The records that follow are to be reproduced verbatim.

Dataset entries
━━━━━━━━

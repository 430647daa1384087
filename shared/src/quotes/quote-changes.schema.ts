import * as z from 'zod';

const line = z.object({
  lineItemId: z.number().int().nullable(),
  code: z.string(),
  location: z.string(),
  lineCents: z.number().int(),
});

/** What a quote version changed against the version before it. */
export const QuoteChangesSchema = z.object({
  previousVersion: z.number().int(),
  /** Items priced now that were not priced before. */
  added: z.array(line),
  /** Items priced before that are not priced now (taken off or declined as not in scope). */
  removed: z.array(line),
  /** Items priced in both whose price, quantity or entry changed. */
  changed: z.array(
    line.extend({
      previousLineCents: z.number().int(),
      quantity: z.number().int().nullable(),
      previousQuantity: z.number().int().nullable(),
      entryName: z.string().nullable(),
      previousEntryName: z.string().nullable(),
    }),
  ),
  previousTotalCents: z.number().int(),
  /** Signed: positive when the total went up. */
  totalDeltaCents: z.number().int(),
});
export type QuoteChanges = z.infer<typeof QuoteChangesSchema>;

━━━━━━━━

Response:
repository 430647daa1384087
filename shared/src/quotes/quote-changes.schema.ts
import * as z from 'zod';

const line = z.object({
  lineItemId: z.number().int().nullable(),
  code: z.string(),
  location: z.string(),
  lineCents: z.number().int(),
});

/** What a quote version changed against the version before it. */
export const QuoteChangesSchema = z.object({
  previousVersion: z.number().int(),
  /** Items priced now that were not priced before. */
  added: z.array(line),
  /** Items priced before that are not priced now (taken off or declined as not in scope). */
  removed: z.array(line),
  /** Items priced in both whose price, quantity or entry changed. */
  changed: z.array(
    line.extend({
      previousLineCents: z.number().int(),
      quantity: z.number().int().nullable(),
      previousQuantity: z.number().int().nullable(),
      entryName: z.string().nullable(),
      previousEntryName: z.string().nullable(),
    }),
  ),
  previousTotalCents: z.number().int(),
  /** Signed: positive when the total went up. */
  totalDeltaCents: z.number().int(),
});
export type QuoteChanges = z.infer<typeof QuoteChangesSchema>;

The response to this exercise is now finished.